In Fig. 4, the experiments show that our algorithm present good scalability. When the dataset is on increase, the running time doesn’t rise fast. As mentioned earlier, the time consumed by our algorithm is determined by the mining process which is proportional to the size of dataset. Therefore, good scalability can be obtained using FEXC compared to TDXC.

Fig. 4.
figure 4

Scalability of FEXC

3.3 Cluster Description

FEXC can automatically produce a description for each cluster. In Table 3 we show the cluster result of 4000 documents adopting FEXC. Descriptions of cluster are shown in the left of the table and the names of DTDs are presented in the right of the table. The description of each cluster (cluster label) contains all the edges in the frequent edge sets which represent the cluster.

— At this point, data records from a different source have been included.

package report

import (
	"math"

	"slowpoint/model"
)

// sketch draws the section of a product with the slowest place marked; it takes height mm of the page.
func (d *doc) sketch(p *model.Product, at model.Place, name string, h float64) {
	d.need(h)
	s := section{d: d, p: p, at: at, name: name, x: d.left, y: d.y, h: h}
	switch p.Shape {
	case model.Cylinder, model.Sphere:
		s.round()
	case model.ShortCylinder:
		s.box(frameWide*0.5, p.Size.DiameterM, p.Size.LengthM, at.AcrossM, "", say("size diameter"), say("size length"), true)
	case model.Bar:
		s.box(frameWide*0.5, p.Size.WidthM, p.Size.ThicknessM, at.AcrossM, "", say("size width"), say("size thickness"), true)
	case model.Brick:
		s.box(0, p.Size.WidthM, p.Size.ThicknessM, at.AcrossM, say("sketch across"), say("size width"), say("size thickness"), true)
		s.x += frameWide / 2
		s.box(0, p.Size.LengthM, p.Size.ThicknessM, at.AlongM, say("sketch along"), say("size length"), say("size thickness"), false)
	case model.Stirred:
		s.pot()
	default:
		s.slab()
	}
	d.y += h + 1
}

// section is a sketch being drawn; x, y is its upper left corner on the page, mm.
type section struct {
	d       *doc
	p       *model.Product
	at      model.Place
	name    string
	x, y, h float64
}

func (s *section) line(x, y, x2, y2 float64) {
	s.d.pdf.SetDrawColor(0, 0, 0)
	s.d.pdf.SetLineWidth(0.7 * mmPerPt)
	s.d.pdf.SetDashPattern(nil, 0)
	s.d.pdf.Line(x, y, x2, y2)
}

// cross marks the slowest place and writes its name beside it, on white.
func (s *section) cross(x, y, right float64) {
	p := s.d.pdf
	p.SetDrawColor(0, 0, 0)
	p.SetLineWidth(1.8 * mmPerPt)
	p.Line(x-2.2, y-2.2, x+2.2, y+2.2)
	p.Line(x-2.2, y+2.2, x+2.2, y-2.2)
	p.SetLineWidth(0.7 * mmPerPt)
	p.Circle(x, y, 3.4, "D")
	s.line(x+3.4, y, right-1.5, y)
	lines := wrap(s.d.clean(say("sketch slowest", s.name)), 44, small, true)
	for i, t := range lines {
		s.d.put(right, y+1.2+float64(i)*height(small), t, small, true)
	}
}

// probes marks the user's own places that lie in the section: across is along the width of the picture.
func (s *section) probes(to func(model.Place) (float64, float64)) {
	for _, pt := range s.p.Points {
		if pt.Place == s.at || pt.Name == "centre" {
			continue
		}
		x, y := to(pt.Place)
		s.d.pdf.SetDrawColor(0, 0, 0)
		s.d.pdf.SetLineWidth(0.9 * mmPerPt)
		s.d.pdf.Rect(x-1.3, y-1.3, 2.6, 2.6, "D")
		s.d.put(x-1.3-1-widthMM(s.d.clean(pt.Name), small, false), y+1.2, s.d.clean(pt.Name), small, false)
	}
}

// measure writes a size beside a line with end strokes, upright at x or level at y.
func (s *section) measure(x, y, x2, y2 float64, words string) {
	s.line(x, y, x2, y2)
	w := widthMM(words, small, false)
	if x == x2 {
		s.line(x-1.2, y, x+1.2, y)
		s.line(x-1.2, y2, x+1.2, y2)
		s.d.pdf.TransformBegin()
		s.d.pdf.TransformRotate(90, x-1.2, (y+y2)/2+w/2)
		s.d.put(x-1.2, (y+y2)/2+w/2, words, small, false)
		s.d.pdf.TransformEnd()
		return
	}
	s.line(x, y-1.2, x, y+1.2)
	s.line(x2, y-1.2, x2, y+1.2)
	s.d.put((x+x2)/2-w/2, y+3.6, words, small, false)
}

// outline draws the heavy edge of the food.
func (s *section) outline(x, y, w, h float64) { s.d.frame(x, y, w, h, 1.5) }

// slab is cut off at both sides: it goes on.
func (s *section) slab() {
	x, w := s.x+18, 84.0
	y, h := s.y+6, s.h-12
	p := s.d.pdf
	p.SetDrawColor(0, 0, 0)
	p.SetLineWidth(1.5 * mmPerPt)
	p.Line(x, y, x+w, y)
	p.Line(x, y+h, x+w, y+h)
	for _, side := range []float64{x, x + w} { // it goes on: a broken edge
		p.SetLineWidth(0.7 * mmPerPt)
		p.MoveTo(side, y)
		for k := 1; k <= 8; k++ {
			p.LineTo(side+float64(k%2*2-1)*1.2*btof(k < 8), y+h*float64(k)/8)
		}
		p.DrawPath("D")
	}
	s.d.put(x+2, y-1.5, model.Top.Name, small, false)
	s.d.put(x+2, y+h+4, model.Underside.Name, small, false)
	t := s.p.Size.ThicknessM
	s.measure(x-6, y, x-6, y+h, say("size thickness")+" "+mm(t))
	to := func(pl model.Place) (float64, float64) { return x + w/2, y + h/2 - pl.UpM/t*h }
	cx, cy := to(s.at)
	s.cross(cx, cy, x+w+4)
	s.probes(func(pl model.Place) (float64, float64) { a, b := to(pl); return a - 18, b })
}

// round is a ball or the cut through a long round piece.
func (s *section) round() {
	r := (s.h - 14) / 2
	cx, cy := s.x+18+r, s.y+3+r
	p := s.d.pdf
	p.SetDrawColor(0, 0, 0)
	p.SetLineWidth(1.5 * mmPerPt)
	p.Circle(cx, cy, r, "D")
	s.measure(cx-r, cy+r+3, cx+r, cy+r+3, say("size diameter")+" "+mm(s.p.Size.DiameterM))
	scale := r / (s.p.Size.DiameterM / 2)
	s.cross(cx+s.at.UpM*scale, cy, cx+r+8)
	s.probes(func(pl model.Place) (float64, float64) { return cx - pl.UpM*scale, cy })
}

// box is a rectangular section, or the section along the axis of a short cylinder; wide and tall in m.
func (s *section) box(_ float64, wide, tall, across float64, caption, wideName, tallName string, named bool) {
	roomW, roomH := 60.0, s.h-14
	if caption != "" {
		roomW = 44
	}
	scale := min(roomW/wide, roomH/tall)
	w, h := wide*scale, tall*scale
	note := ""
	if w < 8 || h < 8 {
		w, h = max(w, 8), max(h, 8)
		note = say("not to scale")
	}
	x, y := s.x+14, s.y+5
	s.outline(x, y, w, h)
	if caption != "" {
		s.d.put(x, y-1.5, caption+note, small, false)
	} else if note != "" {
		s.d.put(x, y-1.5, note, small, false)
	}
	s.measure(x-5, y, x-5, y+h, sizeWords(tallName, tall, h))
	s.measure(x, y+h+3, x+w, y+h+3, wideName+" "+mm(wide))
	to := func(ac, up float64) (float64, float64) { return x + w/2 + ac/wide*w, y + h/2 - up/tall*h }
	cx, cy := to(across, s.at.UpM)
	if !named {
		s.name = ""
	}
	s.mark(cx, cy, x+w+3, named)
	if named {
		s.probes(func(pl model.Place) (float64, float64) { return to(pl.AcrossM, pl.UpM) })
	}
}

// sizeWords leaves the name away where the line is too short for it.
func sizeWords(name string, m, room float64) string {
	if s := name + " " + mm(m); widthMM(s, small, false) < room {
		return s
	}
	return mm(m)
}

// mark is a cross with or without words.
func (s *section) mark(x, y, right float64, named bool) {
	if named {
		s.cross(x, y, right)
		return
	}
	p := s.d.pdf
	p.SetDrawColor(0, 0, 0)
	p.SetLineWidth(1.8 * mmPerPt)
	p.Line(x-2.2, y-2.2, x+2.2, y+2.2)
	p.Line(x-2.2, y+2.2, x+2.2, y-2.2)
}

// pot is a vessel whose whole content has one temperature.
func (s *section) pot() {
	x, y, w, h := s.x+18, s.y+4, 60.0, s.h-12
	p := s.d.pdf
	p.SetDrawColor(0, 0, 0)
	p.SetLineWidth(1.5 * mmPerPt)
	p.MoveTo(x, y)
	p.LineTo(x, y+h)
	p.LineTo(x+w, y+h)
	p.LineTo(x+w, y)
	p.DrawPath("D")
	p.SetLineWidth(0.9 * mmPerPt)
	p.MoveTo(x, y+5)
	for k := 1; k <= 30; k++ {
		p.LineTo(x+w*float64(k)/30, y+5+0.6*math.Sin(float64(k)*math.Pi/5))
	}
	p.DrawPath("D")
	for i, t := range wrap(say("sketch stirred"), w-8, small, false) {
		s.d.put(x+4, y+h/2+float64(i)*height(small), t, small, false)
	}
}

Table 3. Cluster description

4 Conclusion

In this paper, we present an efficient clustering algorithm called FEXC to cluster XML documents using frequent edge sets. The intuition of our clustering criterion is that documents within same clusters share common frequent edge sets while documents belonging to different clusters share few frequent edge sets. We discover frequent edge sets from the large set of documents and measure entropy overlap of each frequent edge set in order to construct clusters. To remove redundant clusters and reduce the count of clusters a cluster merging process is employed. Our experimental results show that FEXC outperforms tree distance-based clustering algorithm in terms of efficiency, but still presents the good quality of clustering.